Set down exactly the lines that run from the line with "it('finds a root" to the end of the data, and nothing else.

*** Opening Records for the exercise ***

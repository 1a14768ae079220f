/**
 * Power rails of Tidegauge Works, makers of harbour water-level loggers. Company, products and values are invented;
 * no real board is described.
 */
import { beaconFlyback } from '@/db/seed/samples/beaconFlyback'
import { echoBias } from '@/db/seed/samples/echoBias'
import { logicRail } from '@/db/seed/samples/logicRail'
import { radioRail } from '@/db/seed/samples/radioRail'
import { sensorBoost } from '@/db/seed/samples/sensorBoost'
import type { SampleSource } from '@/db/seed/samples/source'
import { vehicleSepic } from '@/db/seed/samples/vehicleSepic'

export const SAMPLES: readonly SampleSource[] = [
  logicRail,
  sensorBoost,
  radioRail,
  echoBias,
  beaconFlyback,
  vehicleSepic,
]
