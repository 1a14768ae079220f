import type { SampleSource } from '@/db/seed/samples/source'

/**
 * Duty cycle from 0.58 at 9 V to 0.26 at 36 V. Both inductors ripple by 36 V·0.26/(33 µH·350 kHz) ≈ 0.8 A at 36 V, where
 * conduction stays continuous above about 0.6 A; a synchronous rectifier keeps it so below. The sensed down-slope of
 * both together is 12 V·(2/33 µH)·50 mΩ ≈ 36 kV/s; 25 kV/s is well over the half that stability asks.
 */
export const vehicleSepic: SampleSource = {
  slug: 'survey-vehicle-sepic',
  title: 'Survey vehicle rail, 9–36 V to 12 V',
  summary:
    'SEPIC, 2 A at 350 kHz, peak current mode with a transconductance amplifier: the line passes through the output ' +
    'voltage, and a damped input filter stands between vehicle and converter.',
  design: {
    schema: 1,
    name: 'Survey vehicle rail',
    topology: 'sepic',
    switchingFrequency: 350e3,
    line: { minimum: 9, nominal: 13.8, maximum: 36 },
    output: { voltage: 12, currentMinimum: 0.1, currentMaximum: 2 },
    inductor: { inductance: 33e-6, resistance: 35e-3 },
    secondInductor: { inductance: 33e-6, resistance: 35e-3 },
    couplingCapacitor: { capacitance: 22e-6, esr: 4e-3 },
    outputCapacitors: [
      { count: 3, capacitance: 22e-6, esr: 3e-3, biasDerating: 0.35 },
      { count: 1, capacitance: 150e-6, esr: 25e-3 },
    ],
    switch: { onResistance: 22e-3 },
    rectifier: { kind: 'synchronous', onResistance: 18e-3 },
    modulator: { kind: 'peak-current-mode', currentSenseResistance: 50e-3, slopeCompensation: 25e3 },
    inputFilter: {
      inductance: 0.47e-6,
      resistance: 6e-3,
      capacitance: 47e-6,
      esr: 3e-3,
      dampingCapacitance: 330e-6,
      dampingResistance: 0.06,
    },
    sense: { referenceVoltage: 1.2, upperResistance: 91e3 },
    amplifier: { kind: 'transconductance', transconductance: 0.8e-3, outputResistance: 2e6 },
  },
}
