import type { SampleSource } from '@/db/seed/samples/source'

/**
 * At full load K = 2L/(R·T) ≈ 0.015 against a critical value of D·D′² ≈ 0.074, so conduction is discontinuous over
 * the whole range of line and load.
 */
export const echoBias: SampleSource = {
  slug: 'echo-sounder-bias',
  title: 'Echo sounder bias, 5 V to 15 V',
  summary:
    'Boost, 80 mA at 300 kHz with a small inductor, voltage mode: always in discontinuous conduction, where the ' +
    'stage behaves like a single slow pole.',
  design: {
    schema: 1,
    name: 'Echo sounder bias',
    topology: 'boost',
    switchingFrequency: 300e3,
    line: { minimum: 4.5, nominal: 5, maximum: 5.5 },
    output: { voltage: 15, currentMinimum: 0.01, currentMaximum: 0.08 },
    inductor: { inductance: 4.7e-6, resistance: 40e-3 },
    outputCapacitors: [{ count: 2, capacitance: 4.7e-6, esr: 6e-3 }],
    switch: { onResistance: 80e-3 },
    rectifier: { kind: 'diode', onResistance: 0.15, forwardVoltage: 0.4 },
    modulator: { kind: 'voltage-mode', rampAmplitude: 1.2 },
    sense: { referenceVoltage: 1.2, upperResistance: 100e3 },
    amplifier: { kind: 'op-amp', gainBandwidth: 3e6, openLoopGain: 1e4 },
  },
}
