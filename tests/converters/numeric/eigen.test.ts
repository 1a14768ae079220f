import * as fc from 'fast-check'
import { expect, it } from 'vitest'
import { eigenvalues, invariantZeros } from '@/converters/numeric/eigen'
import { exponential } from '@/converters/numeric/exponential'
import { flatten } from '@/converters/numeric/linearSystem'
import { findRoot } from '@/converters/numeric/rootFinding'
import { expectRelative } from '@/tests/support/expectRelative'
import { scipy } from '@/tests/support/scipy'

/** Circuit-like systems: entries over nine decades, as microhenries beside millifarads give. */
const badlyScaled = {
  A: [
    [-3.6e3, -4.5e5, 0, 2.1e6],
    [5.3e3, -1.3e4, 8.8e2, 0],
    [1.1e2, 0, -2.5e7, 3.1e1],
    [0, 7.7e-3, 4.2e-2, -6.1e1],
  ],
  b: [5.4e6, 0, 3.3, 1.2],
  c: [0, 1, 3e-3, 0],
}

it('finds the eigenvalues and the matrix exponential that SciPy finds', () => {
  const answer = scipy<{ re: number[]; im: number[]; exp: number[][] }>(
    `
A = np.array(data['A'])
values = sorted(scipy.linalg.eigvals(A), key=lambda v: (abs(v), -v.imag))
answer = {'re': [v.real for v in values], 'im': [v.imag for v in values], 'exp': scipy.linalg.expm(A * 1e-6).tolist()}`,
    badlyScaled,
  )
  const ours = eigenvalues(badlyScaled.A).sort((a, b) => Math.hypot(a.re, a.im) - Math.hypot(b.re, b.im) || b.im - a.im)
  ours.forEach(({ re, im }, i) => {
    const size = Math.hypot(answer.re[i]!, answer.im[i]!)
    expect(Math.hypot(re - answer.re[i]!, im - answer.im[i]!) / size).toBeLessThan(1e-9)
  })
  const exp = exponential(flatten(badlyScaled.A), 4, 1e-6)
  // Entries span nine decades; each is held against the largest of its column.
  for (let j = 0; j < 4; j++) {
    const largest = Math.max(...answer.exp.map((row) => Math.abs(row[j]!)))
    for (let i = 0; i < 4; i++) expect(Math.abs(exp[i * 4 + j]! - answer.exp[i]![j]!) / largest).toBeLessThan(1e-12)
  }
})

it.each([0, 2.5e-4])('finds the invariant zeros that SciPy finds, feed-through %s', (d) => {
  const answer = scipy<{ re: number[]; im: number[] }>(
    `
A, b, c, d = np.array(data['A']), np.array(data['b']), np.array(data['c']), data['d']
n = len(A)
pencil = np.block([[A, b[:, None]], [c[None, :], np.array([[d]])]])
mass = np.zeros((n + 1, n + 1)); mass[:n, :n] = np.eye(n)
values = scipy.linalg.eigvals(pencil, mass, homogeneous_eigvals=True)
finite = [a / b for a, b in zip(*values) if abs(b) > 1e-14 * abs(a)]
finite = sorted(finite, key=lambda v: abs(v))
answer = {'re': [v.real for v in finite], 'im': [v.imag for v in finite]}`,
    { ...badlyScaled, d },
  )
  const ours = invariantZeros(badlyScaled.A, badlyScaled.b, badlyScaled.c, d).sort(
    (a, b) => Math.hypot(a.re, a.im) - Math.hypot(b.re, b.im),
  )
  expect(ours).toHaveLength(answer.re.length)
  ours.forEach(({ re }, i) => expectRelative(re, answer.re[i]!, 1e-6))
})

it('puts zeros where the transfer function vanishes', () => {
  // (s + 3)(s + 70)/((s + 1)(s + 20)(s + 400)) in controllable form; the definition is the check.
  const A = [
    [-421, -8420, -8000],
    [1, 0, 0],
    [0, 1, 0],
  ]
  const zeros = invariantZeros(A, [1, 0, 0], [1, 73, 210], 0)
    .map(({ re }) => re)
    .sort((a, b) => b - a)
  expectRelative(zeros[0]!, -3, 1e-12)
  expectRelative(zeros[1]!, -70, 1e-12)
})

it('e^(A·(s + t)) is e^(A·s)·e^(A·t) for every matrix', () => {
  const entry = fc.double({ min: -1e3, max: 1e3, noNaN: true })
  fc.assert(
    fc.property(
      fc.array(entry, { minLength: 9, maxLength: 9 }),
      fc.double({ min: 1e-6, max: 1e-2, noNaN: true }),
      (values, t) => {
        const A = Float64Array.from(values)
        const whole = exponential(A, 3, 2 * t)
        const half = exponential(A, 3, t)
        const largest = Math.max(...whole.map(Math.abs))
        for (let i = 0; i < 3; i++) {
          for (let j = 0; j < 3; j++) {
            const product = [0, 1, 2].reduce((sum, k) => sum + half[i * 3 + k]! * half[k * 3 + j]!, 0)
            // e^A's own condition grows with the norm, here up to 60.
            const growth = Math.max(...half.map(Math.abs)) ** 2
            expect(Math.abs(product - whole[i * 3 + j]!)).toBeLessThanOrEqual(1e-11 * Math.max(largest, growth))
          }
        }
      },
    ),
  )
})

it('finds a root to the last digits and refuses an interval without one', () => {
  expectRelative(
    findRoot((x) => x * x - 2, 0, 2),
    Math.SQRT2,
    4e-16,
  )
  expect(() => findRoot((x) => x * x + 1, -1, 1)).toThrow(RangeError)
})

*** Closing Records for the exercise ***

• Response to this exercise:
it('finds a root to the last digits and refuses an interval without one', () => {
  expectRelative(
    findRoot((x) => x * x - 2, 0, 2),
    Math.SQRT2,
    4e-16,
  )
  expect(() => findRoot((x) => x * x + 1, -1, 1)).toThrow(RangeError)
})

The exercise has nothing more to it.